We see that a small number of iterations sufficed to get an accurate answer. In general, the speed of convergence depends on the eigenvalues of \(P\) that are strictly smaller than \(1\) in absolute value.

We can also check the Ergodic Theorem through simulation. We generate a long sample path and compare the state visit frequencies to pi_robot.

seed = 535
rng = np.random.default_rng(seed)

mu = np.ones(n_robot) / n_robot
path_length = 50000
visit_freq = np.zeros(n_robot)

path = mmids.SamplePath(rng, mu, P_robot, path_length)
for i in range(n_robot):
    visit_freq[i] = np.count_nonzero(path == i+1)/(path_length+1)

print(visit_freq)
[0.03627927 0.10927781 0.0601788  0.02645947 0.08045839 0.27359453
 0.10119798 0.19693606 0.11561769]
print(pi_robot)
[0.03581295 0.11029771 0.06311453 0.02723642 0.0802953  0.27369992
 0.09922559 0.19502056 0.11529703]

\(\unlhd\)

CHAT & LEARN The mixing time is an important quantity in the study of Markov chains. Ask your favorite AI chatbot to define this concept and discuss its relevance to the convergence of Markov chains.

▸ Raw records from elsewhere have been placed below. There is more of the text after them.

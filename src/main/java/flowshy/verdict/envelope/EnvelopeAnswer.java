package flowshy.verdict.envelope;

import flowshy.verdict.Decision;
import flowshy.verdict.Limit;
import flowshy.verdict.figure.Sense;
import java.util.List;
import java.util.OptionalDouble;

/**
 * The verdict over all states of an envelope.
 *
 * @param sides what moves
 * @param states how many states were judged
 * @param corners how many of them are corners
 * @param limits each limit at its worst
 * @param least least rejection over all states [dB], absent where no flow enters
 * @param most the best state's least rejection [dB], absent likewise
 * @param impossible states that cannot be worked out: they leave the verdict undecided at best
 * @param decision the worst of all states
 * @param sentence the same in words, the worst state named
 */
public record EnvelopeAnswer(
        List<Side> sides,
        int states,
        int corners,
        List<Worst> limits,
        OptionalDouble least,
        OptionalDouble most,
        List<Impossible> impossible,
        Decision decision,
        String sentence) {
    /** Copies the lists. */
    public EnvelopeAnswer {
        sides = List.copyOf(sides);
        limits = List.copyOf(limits);
        impossible = List.copyOf(impossible);
    }

    /**
     * A state without an answer.
     *
     * @param state its numbers
     * @param reason why
     */
    public record Impossible(String state, String reason) {}

    /**
     * A limit at its worst.
     *
     * @param limit what was found there
     * @param state the numbers of that state
     * @param corner whether it is a corner of the envelope
     */
    public record Worst(Limit limit, String state, boolean corner) {
        /** How far inside the limit it is, negative beyond; infinite without a number. */
        double margin() {
            if (limit.found().isEmpty()) {
                return Double.POSITIVE_INFINITY;
            }
            double inside = limit.found().getAsDouble() - limit.required();
            return limit.sense() == Sense.AT_MOST ? -inside : inside;
        }

        /** Whether it is worse than another. */
        boolean beyond(Worst other) {
            int here = limit.decision().severity();
            int there = other.limit.decision().severity();
            return here > there || (here == there && margin() < other.margin());
        }

        /** The limit with its state. */
        Limit named() {
            String reason = limit.reason().isEmpty() ? "" : "; " + limit.reason();
            return new Limit(
                    limit.name(),
                    limit.unit(),
                    limit.sense(),
                    limit.required(),
                    limit.found(),
                    limit.at(),
                    limit.decision(),
                    "at " + state + reason);
        }
    }
}
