package flowshy.report;

import static org.assertj.core.api.Assertions.assertThat;
import static org.assertj.core.api.Assertions.assertThatIOException;

import java.io.IOException;
import java.nio.file.Files;
import java.nio.file.Path;
import java.util.stream.Stream;
import org.junit.jupiter.api.Test;
import org.junit.jupiter.api.io.TempDir;

class WholeFileTest {
    @TempDir
    Path folder;

    @Test
    void writesOverAndLeavesNothingBeside() throws IOException {
        Path file = folder.resolve("answer.json");
        WholeFile.write(file, "first");
        WholeFile.write(file, "µ second");
        assertThat(file).hasContent("µ second");
        assertThat(names()).containsExactly("answer.json");
    }

    @Test
    void leavesNothingWhereItCannotWrite() throws IOException {
        Path blocked = folder.resolve("a-folder");
        Files.createDirectories(blocked.resolve("inside"));
        assertThatIOException().isThrownBy(() -> WholeFile.write(blocked, "text"));
        assertThatIOException().isThrownBy(() -> WholeFile.write(folder.resolve("missing/answer.json"), "text"));
        assertThat(names()).containsExactly("a-folder");
    }

    private String[] names() throws IOException {
        try (Stream<Path> files = Files.list(folder)) {
            return files.map(file -> file.getFileName().toString()).sorted().toArray(String[]::new);
        }
    }
}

Explore some bounds on the mixing time for specific classes of Markov chains. \(\ddagger\)

Self-assessment quiz (with help from Claude, Gemini, and ChatGPT)

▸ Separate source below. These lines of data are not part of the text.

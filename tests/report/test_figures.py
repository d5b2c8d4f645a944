import io

import numpy as np
import pytest
from matplotlib.backends.backend_agg import FigureCanvasAgg
from matplotlib.figure import Figure
from PIL import Image

from roa.kernel.outcomes import Outcome
from roa.loop.read import read_text
from roa.report.draw import draw_figures
from roa.report.level_sets import LevelSet, level_sets_of
from roa.report.overlay import Trace, overlay, overlay_figure
from roa.report.plane import Plane, regions
from roa.report.share_by_level import share_by_level
from roa.report.slices import simulate_slices, slices_figure
from roa.report.style import BOUNDS, START_MARKS, settings

P = np.array([[2.0, 0.5], [0.5, 1.0]])
BOX = np.array([[-1.5, 1.5], [-1.25, 1.25]])


@pytest.fixture
def plane():
    return Plane(("x", "y"), ("m", "m/s"), BOX, np.zeros(2))


def shoelace(ring):
    """Area of a closed polygon, float64 (k, 2)."""
    (x0, y0), (x1, y1) = ring[:-1].T, ring[1:].T
    return abs(np.sum(x0 * y1 - x1 * y0)) / 2


def path_area(path):
    """Area of a filled path; holes turn the other way and count against it."""
    return abs(sum(signed(polygon) for polygon in path.to_polygons()))


def signed(ring):
    (x0, y0), (x1, y1) = ring[:-1].T, ring[1:].T
    return np.sum(x0 * y1 - x1 * y0) / 2


def texts(figure):
    return [text.get_text() for legend in figure.legends for text in legend.get_texts()]


def test_the_edge_of_the_basin_is_a_line_and_not_a_staircase(plane, in_disc):
    found = regions(plane, in_disc, cells=40)
    basin = found[Outcome.CONVERGED]
    # the unit disc: every vertex of its edge within a cell's 1/256, the area between chords and circle of a cell
    radius = np.linalg.norm(np.concatenate(basin.edges), axis=1)
    assert np.abs(radius - 1).max() < 3 / 40 / 256
    assert path_area(basin.fill) == pytest.approx(np.pi, rel=2e-3)
    assert path_area(found[Outcome.ESCAPED].fill) == pytest.approx(7.5 - np.pi, rel=2e-3)


def test_regions_reach_the_faces_of_the_domain(plane):
    found = regions(plane, lambda points: np.full(len(points), Outcome.UNRESOLVED, np.uint8), cells=10)
    assert list(found) == [Outcome.UNRESOLVED]
    assert found[Outcome.UNRESOLVED].edges == ()
    assert path_area(found[Outcome.UNRESOLVED].fill) == pytest.approx(7.5, rel=1e-12)


def test_a_single_start_of_an_outcome_is_drawn(plane):
    def label(points):
        at_corner = np.all(np.abs(points - BOX[:, 0]) < 0.01, axis=1)
        return np.where(at_corner, Outcome.FAILED, Outcome.CONVERGED).astype(np.uint8)

    found = regions(plane, label, cells=10)
    assert 0 < path_area(found[Outcome.FAILED].fill) < 0.01


def test_the_drawn_ellipse_has_the_area_of_the_level_set(plane):
    # area of {y'Py <= c} is pi c / sqrt(det P): from memory, any text on quadratic forms
    axes = Figure().subplots()
    overlay(axes, plane, {}, [LevelSet("norm bound", "proved", 0.3, 0.1, P)])
    drawn = [line for line in axes.lines if line.get_color() == BOUNDS["norm bound"].colour]
    assert len(drawn) == 1
    assert shoelace(drawn[0].get_xydata()) == pytest.approx(np.pi * 0.3 / np.sqrt(np.linalg.det(P)), rel=1e-4)


def test_a_formula_draws_the_part_about_the_equilibrium_alone(plane):
    def value(points):  # two wells: at the equilibrium and at x = 1.2
        x, y = points.T
        return np.minimum(x**2 + y**2, (x - 1.2) ** 2 + y**2)

    (ring,) = LevelSet("contact level", "estimated", 0.16, None, None, value).outline(plane)
    assert shoelace(ring) == pytest.approx(np.pi * 0.16, rel=1e-3)
    assert np.abs(ring.mean(axis=0)).max() < 1e-2


@pytest.mark.parametrize(("level", "matrix"), [(0.0, P), (1.0, np.diag([1.0, -1.0]))])
def test_no_level_or_no_definite_V_draws_nothing(plane, level, matrix):
    one = LevelSet("claim", "refuted", level, None, matrix)
    assert one.outline(plane) == ()
    with settings():
        assert len(overlay_figure(plane, {}, [one]).axes) == 1


def test_a_trajectory_of_one_point_is_drawn(plane):
    axes = Figure().subplots()
    overlay(axes, plane, {}, [], [Trace(np.array([[0.5, 0.5]]), Outcome.ESCAPED)])
    assert [line.get_marker() for line in axes.lines].count(START_MARKS[Outcome.ESCAPED]) == 1


def test_a_slice_meets_the_level_set_and_does_not_project_it():
    P3 = np.array([[1.0, 0.0, 0.9], [0.0, 1.0, 0.0], [0.9, 0.0, 1.0]])
    box = np.array([[-3.0, 3.0]] * 3)
    plane = Plane(("a", "b", "c"), ("", "", ""), box, np.array([0.5, 0.0, 0.0]), 0, 1)
    (ring,) = LevelSet("norm bound", "proved", 1.0, None, P3).outline(plane)
    # with c at the equilibrium the section is the unit circle; the projection would reach 2.3 along a
    assert np.linalg.norm(ring - [0.5, 0.0], axis=1) == pytest.approx(1.0, rel=1e-12)


def test_overlay_has_labels_limits_and_one_contour_a_bound(plane, verdict, in_disc):
    with settings():
        axes = Figure().subplots()
        level_sets = level_sets_of(verdict)
        overlay(axes, plane, regions(plane, in_disc, 20), level_sets)
    assert axes.get_xlim() == (-1.5, 1.5)
    assert axes.get_ylim() == (-1.25, 1.25)
    assert axes.get_xlabel() == "x (m)"
    assert axes.get_ylabel() == "y (m/s)"
    colours = [line.get_color() for line in axes.lines]
    assert [colours.count(BOUNDS[one.name].colour) for one in level_sets] == [1, 1, 1]


def test_the_legend_says_name_strength_level_and_share(plane, claimed, in_disc):
    traces = [
        Trace(np.array([[0.5, 0.5], [0.2, 0.4], [0.0, 0.0]]), Outcome.CONVERGED),
        Trace(np.array([[0.9, 0.6], [1.2, 0.9], [2.0, 2.0]]), Outcome.ESCAPED, refutes=True),
    ]
    with settings():
        figure = overlay_figure(plane, regions(plane, in_disc, 20), level_sets_of(claimed()), traces, 0.41883)
    found = texts(figure)
    assert "norm bound (proved): c = 0.041199, 3.1 %" in found
    assert "contact level (estimated): c = 0.31, 23.4 %" in found
    assert "claim (refuted): c = 2, 3.1 %" in found
    assert "basin: starts that converged, 41.9 % of the domain" in found
    assert "counterexample that escaped" in found
    assert "trajectory from a start that converged" in found
    assert [legend.get_title().get_text() for legend in figure.legends] == [
        "simulated",
        "level sets {V ≤ c}, volume in % of the simulated basin",
    ]


def test_a_tiny_bound_is_shown_magnified(plane):
    with settings():
        large = overlay_figure(plane, {}, [LevelSet("norm bound", "proved", 0.04, None, P)])
        small = overlay_figure(plane, {}, [LevelSet("norm bound", "proved", 1e-5, None, P)])
    assert len(large.axes) == 1
    assert len(small.axes) == 2
    left, right = small.axes[1].get_xlim()
    assert 0 < right - left < 0.1


def test_slices_show_every_pair_and_the_values_of_the_others(in_disc):
    states, units = ("x", "y", "z"), ("m", "m/s", "")
    box = np.vstack([BOX, [-1.0, 1.0]])
    equilibrium = np.array([0.0, 0.0, 0.25])
    slices = simulate_slices(states, units, box, equilibrium, in_disc)
    assert [(plane.i, plane.j) for plane, _ in slices] == [(0, 1), (0, 2), (1, 2)]
    assert path_area(slices[0][1][Outcome.CONVERGED].fill) == pytest.approx(np.pi, rel=1e-3)
    # with y at the equilibrium the disc is the strip |x| < 1, at any z
    assert path_area(slices[1][1][Outcome.CONVERGED].fill) == pytest.approx(4.0, rel=1e-3)
    with settings():
        figure = slices_figure(slices, [LevelSet("norm bound", "proved", 1e-6, 0.2, np.eye(3))])
    assert sum(axes.get_visible() for axes in figure.axes) == 3
    title = figure.get_suptitle()
    assert "Slices" in title
    assert "z = 0.25" in title
    assert "x = 0 m" in title
    assert "norm bound (proved): c = 1e-6, 20.0 %, too small to see here" in texts(figure)


def test_slices_stop_at_six_states():
    n = 7
    names = tuple("abcdefg")
    box = np.tile([-1.5, 1.5], (n, 1))

    def everywhere(points):
        return np.full(len(points), Outcome.CONVERGED, np.uint8)

    slices = simulate_slices(names, ("",) * n, box, np.zeros(n), everywhere)
    assert len(slices) == 15
    with settings():
        assert "first 6 of 7 states" in slices_figure(slices, []).get_suptitle()


def test_share_by_level_marks_every_level_and_leaves_gaps(verdict):
    axes = Figure().subplots()
    share_by_level(axes, verdict["levels"], level_sets_of(verdict))
    marked = [line.get_xdata()[0] for line in axes.lines if len(set(line.get_xdata())) == 1]
    assert marked == [one["level"] for one in verdict["bounds"]]
    steps = axes.lines[0].get_xydata()
    assert steps[:6, 1].tolist() == [1.0, 1.0, 1.0, 1.0, 0.4, 0.4]
    assert np.isnan(steps[6:, 1]).all()
    assert axes.get_xscale() == "log"
    assert axes.get_xlim()[0] < 0.0411999
    assert axes.get_xlim()[1] == 9.0


def test_every_figure_of_a_run_twice_gives_the_same_bytes(tmp_path, configuration, claimed, in_disc, stored):
    written = []
    for name in ("first", "second"):
        folder = tmp_path / name
        draw_figures(folder, configuration, claimed(), stored, in_disc, lambda points: points[:, 0])
        written.append({file.name: file.read_bytes() for file in sorted(folder.iterdir())})
    assert list(written[0]) == ["overlay.png", "overlay.svg", "share_by_level.png", "share_by_level.svg"]
    assert written[0] == written[1]
    for name, content in written[0].items():
        assert len(content) < 2_000_000, name
    assert b"<dc:date>" not in written[0]["overlay.svg"]
    image = Image.open(io.BytesIO(written[0]["overlay.png"]))
    assert image.info["dpi"] == pytest.approx((200, 200), abs=0.5)


def test_three_states_get_slices(tmp_path, verdict, in_disc, stored):
    configuration = read_text(
        """
        [states]
        x = "m"
        y = "m/s"
        z = ""
        [dynamics]
        x = "-x"
        y = "-y"
        z = "-z"
        [domain]
        x = [-1.5, 1.5]
        y = [-1.25, 1.25]
        z = [-1, 1]
        """,
        "three.toml",
    )
    verdict |= {"equilibrium": [0.0, 0.0, 0.0], "bounds": [], "levels": []}
    written = draw_figures(tmp_path, configuration, verdict, stored, in_disc, None)
    assert [file.name for file in written] == ["slices.png", "slices.svg"]


def assert_nothing_meets(figure):
    """Legends and titles lie inside the figure and apart from each other and from the axes."""
    canvas = FigureCanvasAgg(figure)
    canvas.draw()
    boxes = [legend.get_window_extent() for legend in figure.legends]
    boxes += [axes.get_tightbbox() for axes in figure.axes if axes.get_visible()]
    for k, box in enumerate(boxes):
        assert figure.bbox.padded(1).containsx(box.x0)
        assert figure.bbox.padded(1).containsx(box.x1)
        assert figure.bbox.padded(1).containsy(box.y0)
        assert figure.bbox.padded(1).containsy(box.y1)
        for other in boxes[:k]:
            assert not box.overlaps(other)
    for axes in figure.axes:
        names = [text.get_window_extent() for text in axes.texts if text.get_text()]
        for k, box in enumerate(names):
            assert not any(box.overlaps(other) for other in names[:k])


@pytest.mark.parametrize("level", [0.05, 1e-5])
def test_nothing_is_cut_or_covered_in_the_overlay(plane, claimed, in_disc, level):
    verdict = claimed(result="not_settled")
    verdict["bounds"][0]["level"] = level
    traces = [Trace(np.array([[0.9, 0.6], [1.2, 0.9], [2.0, 2.0]]), outcome) for outcome in Outcome if outcome]
    with settings():
        found = regions(plane, in_disc, 20)
        figure = overlay_figure(plane, found, level_sets_of(verdict), traces, 0.41883)
        assert_nothing_meets(figure)


@pytest.mark.parametrize("n", [3, 6])
def test_nothing_is_cut_or_covered_in_slices(n, verdict, in_disc):
    names, units = ("position", "speed", "tilt", "rate", "a", "b")[:n], ("m/s",) * n
    slices = simulate_slices(names, units, np.tile([-1.5, 1.5], (n, 1)), np.full(n, 0.0123456), in_disc)
    sets = [LevelSet(one["name"], one["strength"], 1e-9, 1e-5, np.eye(n)) for one in verdict["bounds"]]
    with settings():
        assert_nothing_meets(slices_figure(slices, sets))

1 Which of the following is a sufficient condition for a Markov chain to be aperiodic?

a) The chain is irreducible.

b) The chain has a unique stationary distribution.

c) The chain is lazy.

d) The chain has a finite state space.

2 In a Markov chain with state space \(S\) and transition matrix \(P\), what does it mean if the chain is lazy?

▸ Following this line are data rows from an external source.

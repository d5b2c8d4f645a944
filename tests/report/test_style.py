import matplotlib
import numpy as np
from matplotlib.figure import Figure

from roa.report.save import figure_bytes
from roa.report.style import AREAS, BOUNDS, START_MARKS, settings


def test_meanings_differ_in_colour_and_in_form():
    lines = list(BOUNDS.values())
    assert len({line.colour for line in lines}) == len({line.dash for line in lines}) == len(lines)
    areas = list(AREAS.values())
    assert len({area.tone for area in areas}) == len({(area.hatch, area.tone) for area in areas}) == len(areas)
    assert len(set(START_MARKS.values())) == len(START_MARKS)


def test_bounds_differ_in_a_grey_print():
    greys = sorted(np.dot(matplotlib.colors.to_rgb(line.colour), [0.299, 0.587, 0.114]) for line in BOUNDS.values())
    assert greys[-1] < 0.55  # dark enough on the light tone of the basin
    assert np.diff(greys).min() > 0.02


def test_nothing_outside_changes_the_figures():
    before = dict(matplotlib.rcParams)
    with settings():
        figure = Figure()
        figure.subplots()
    for kind in ("png", "svg", "pdf"):
        assert figure_bytes(figure, kind) == figure_bytes(figure, kind)
    assert dict(matplotlib.rcParams) == before
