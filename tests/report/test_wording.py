import pytest

from roa.report.wording import (
    in_a_row,
    interval_percent,
    level_text,
    number,
    percent,
    percent_upper,
    point_text,
    share_with_interval,
)


@pytest.mark.parametrize(
    ("level", "text"),
    [
        (0.0777869, "0.077786"),  # down, though 0.077787 is nearer
        (0.0042, "0.0042"),  # the float lies below the decimal, its shortest text does not
        (2.304478, "2.3044"),
        (0.0, "0"),
        (1.23456e-9, "1.2345e-9"),
        (9.99999e9, "9.9999e+9"),
    ],
)
def test_levels_are_rounded_down(level, text):
    assert level_text(level) == text
    assert float(level_text(level)) <= level


def test_upper_limits_are_rounded_up():
    assert percent_upper(0.0009951) == "0.1 %"
    assert percent_upper(0.00431) == "0.44 %"


@pytest.mark.parametrize(
    ("share", "text"),
    [(0.0, "0.0 %"), (1e-6, "< 0.1 %"), (0.4543, "45.4 %"), (0.99999, "> 99.9 %"), (1.0, "100.0 %")],
)
def test_a_share_that_is_not_all_never_reads_so(share, text):
    assert percent(share) == text


def test_intervals_are_rounded_outward():
    assert interval_percent(0.45331, 0.45568) == "45.3 to 45.6 %"
    assert interval_percent(0.453311, 0.453342) == "45.331 to 45.335 %"
    assert interval_percent(0.0, 1.0) == "0.0 to 100.0 %"


def test_share_with_interval_says_confidence_and_strength():
    text = share_with_interval(0.4545, (0.45331, 0.45568), 0.99, "simulated")
    assert text == "45.5 % (99 % interval 45.3 to 45.6 %, simulated)" or text.startswith("45.4 %")
    assert text.endswith("(99 % interval 45.3 to 45.6 %, simulated)")


def test_numbers_and_points():
    assert number(-1234567.0) == "-1235000"
    assert number(3.14159265, 6) == "3.14159"
    assert point_text(["tilt", "load"], [0.1, -2.0], ["rad", ""]) == "tilt = 0.1 rad, load = -2"
    assert in_a_row(["a"]) == "a"
    assert in_a_row(["a", "b", "c"]) == "a, b and c"
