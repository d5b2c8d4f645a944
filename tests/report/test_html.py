import json
import re
from html.parser import HTMLParser

import pytest

from roa.report.html import report_html, write_report
from roa.sweep.run_folder import RunFolder

SVG = b'<svg xmlns="http://www.w3.org/2000/svg"></svg>'
FIGURES = {"overlay": SVG, "share_by_level": SVG}
VOID = {"meta", "img", "br"}


class Reader(HTMLParser):
    """Collects what the tests ask for, and that every element is closed."""

    def __init__(self, text):
        super().__init__()
        self.sources, self.ids, self.links, self.alternatives, self.open, self.text = [], [], [], [], [], []
        self.feed(text)
        assert self.open == []

    def handle_starttag(self, tag, attributes):
        attributes = dict(attributes)
        self.sources += [value for key, value in attributes.items() if key in ("src", "href", "data", "action")]
        self.ids += [attributes["id"]] if "id" in attributes else []
        self.links += [attributes["href"]] if tag == "a" else []
        self.alternatives += [attributes["alt"]] if tag == "img" else []
        if tag not in VOID:
            self.open.append(tag)

    def handle_endtag(self, tag):
        assert self.open.pop() == tag

    def handle_data(self, data):
        self.text.append(data)


@pytest.fixture
def html(claimed, configuration):
    return report_html(claimed(), configuration, FIGURES)


def test_stands_alone(html):
    reader = Reader(html)
    assert reader.sources
    for source in reader.sources:
        assert source.startswith(("data:", "#")), source
    assert "script" not in re.findall(r"<(\w+)", html)
    assert not re.search(r"(https?:)?//\w", re.sub(r"data:[^\"]*", "", html))
    assert not re.search(r"@import|url\(", html)


def test_text_from_the_configuration_is_escaped(html):
    assert "<script>" not in html
    assert "&lt;script&gt;alert(&#39;inside&#39;)&lt;/script&gt; title is no code &amp; stays text" in html
    assert "<b>" not in html
    assert "# a comment with &lt;b&gt;markup&lt;/b&gt;" in html
    assert "a &lt;b&gt; folder" in html


def test_opens_with_the_answer_and_the_overlay(html):
    order = [html.index(mark) for mark in ("Refuted: the start", 'href="#bounds"', "<img", 'id="claim"', 'id="bounds"')]
    assert order == sorted(order)


def test_contents_lead_to_sections_that_exist(html):
    reader = Reader(html)
    assert len(reader.links) == 10
    assert {link.removeprefix("#") for link in reader.links} == set(reader.ids)


def test_pictures_have_alternative_texts(html):
    alternatives = Reader(html).alternatives
    assert len(alternatives) == 2
    for text in alternatives:
        assert "norm bound (proved) at level 0.041199" in text
        assert "41.9 % of the domain (simulated)" in text


def test_holds_everything_that_was_concluded(html, claimed, configuration):
    text = re.sub(r"\s+", " ", " ".join(Reader(html).text))
    for piece in (
        "its connected part about the equilibrium",
        "roa replay disc.toml --from x=0.9,y=0.6",
        "0.041199 proved",
        "3.0 to 3.2 %",
        "109,794",
        "Student's t between 16 independent replicates",
        "-1 + 1i, -1 − 1i 1/s",
        "rtol 1e-06, atol 1e-09",
        "V <= 0.0412, a level set in which V decreases by proof",
        "what limits the norm bound.",
        "versions numpy",
        "0123456789abcdef",
        *claimed()["cautions"],
    ):
        assert piece in text, piece
    assert configuration.text in "".join(Reader(html).text)


def test_without_claim_and_without_sweep_the_sections_go(verdict, configuration):
    verdict |= {"basin": None, "levels": [], "target": None}
    for bound in verdict["bounds"]:
        bound |= {key: None for key in bound if "ratio" in key}
    reader = Reader(report_html(verdict, configuration, {}))
    assert "claim" not in reader.ids
    assert "outcomes" not in reader.ids
    assert "bounds" in reader.ids
    assert {link.removeprefix("#") for link in reader.links} == set(reader.ids)


def test_a_formula_stands_in_place_of_P(verdict, configuration):
    for bound in verdict["bounds"]:
        del bound["P"]
        bound["V"] = "x**2 + x*y + y**2"
    assert "<pre>x**2 + x*y + y**2</pre>" in report_html(verdict, configuration, FIGURES)


def test_prints_to_a4_and_narrows(html):
    assert "size: A4" in html
    assert "max-width: 36rem" in html
    assert 'name="viewport"' in html


def test_is_written_from_the_folder_alone(tmp_path, claimed, configuration):
    folder = RunFolder(tmp_path)
    folder.config.write_text(configuration.text)
    folder.verdict.write_text(json.dumps(claimed()))
    folder.figures.mkdir()
    (folder.figures / "overlay.svg").write_bytes(SVG)
    write_report(folder)
    first = folder.report.read_bytes()
    assert b"data:image/svg+xml;base64," in first
    write_report(folder)
    assert folder.report.read_bytes() == first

a) \(\mathbb{E}[X_t] = 0\) for all \(t\).

b) \(P_{ii} > 0\) for all \(i \in S\).

c) \(P_{ij} = 0\) for all \(i \ne j\).

d) \(\mathrm{Var}(X_t) = 1\) for all \(t\).

3 The Convergence to Equilibrium Theorem applies to which type of Markov chains?

a) Irreducible and aperiodic chains

b) Irreducible and periodic chains

c) Reducible and aperiodic chains

d) Reducible and periodic chains

4 The Ergodic Theorem applies to which type of Markov chains?

a) Irreducible chains

b) Aperiodic chains

c) Reducible chains

d) Periodic chains

5 Which of the following describes a key difference between the Convergence to Equilibrium Theorem and the Ergodic Theorem?

a) The Convergence to Equilibrium Theorem applies to periodic chains, while the Ergodic Theorem applies to aperiodic chains.

b) The Convergence to Equilibrium Theorem concerns the state distribution, while the Ergodic Theorem concerns the frequency of state visits.

c) The Convergence to Equilibrium Theorem requires a diagonal transition matrix, while the Ergodic Theorem does not.

d) The Convergence to Equilibrium Theorem is applicable only to finite Markov chains, while the Ergodic Theorem is not.

Answer for 1: c. Justification: The text states, “We check that a lazy chain is necessarily aperiodic.”

Answer for 2: b. Justification: A weakly lazy Markov chain is defined as having all diagonal entries of the transition matrix strictly positive, i.e., \(P_{ii} > 0\) for all \(i \in S\).

Answer for 3: a. Justification: The text states, “First, the Convergence to Equilibrium Theorem applies to irreducible and aperiodic chains.”

Answer for 4: a. Justification: The text states, “Second, the Ergodic Theorem applies to irreducible (but not necessarily aperiodic) chains.”

Answer for 5: b. Justification: The Convergence to Equilibrium Theorem addresses the convergence of the state distribution to the stationary distribution, while the Ergodic Theorem focuses on the frequency of visits to any state converging to the stationary distribution.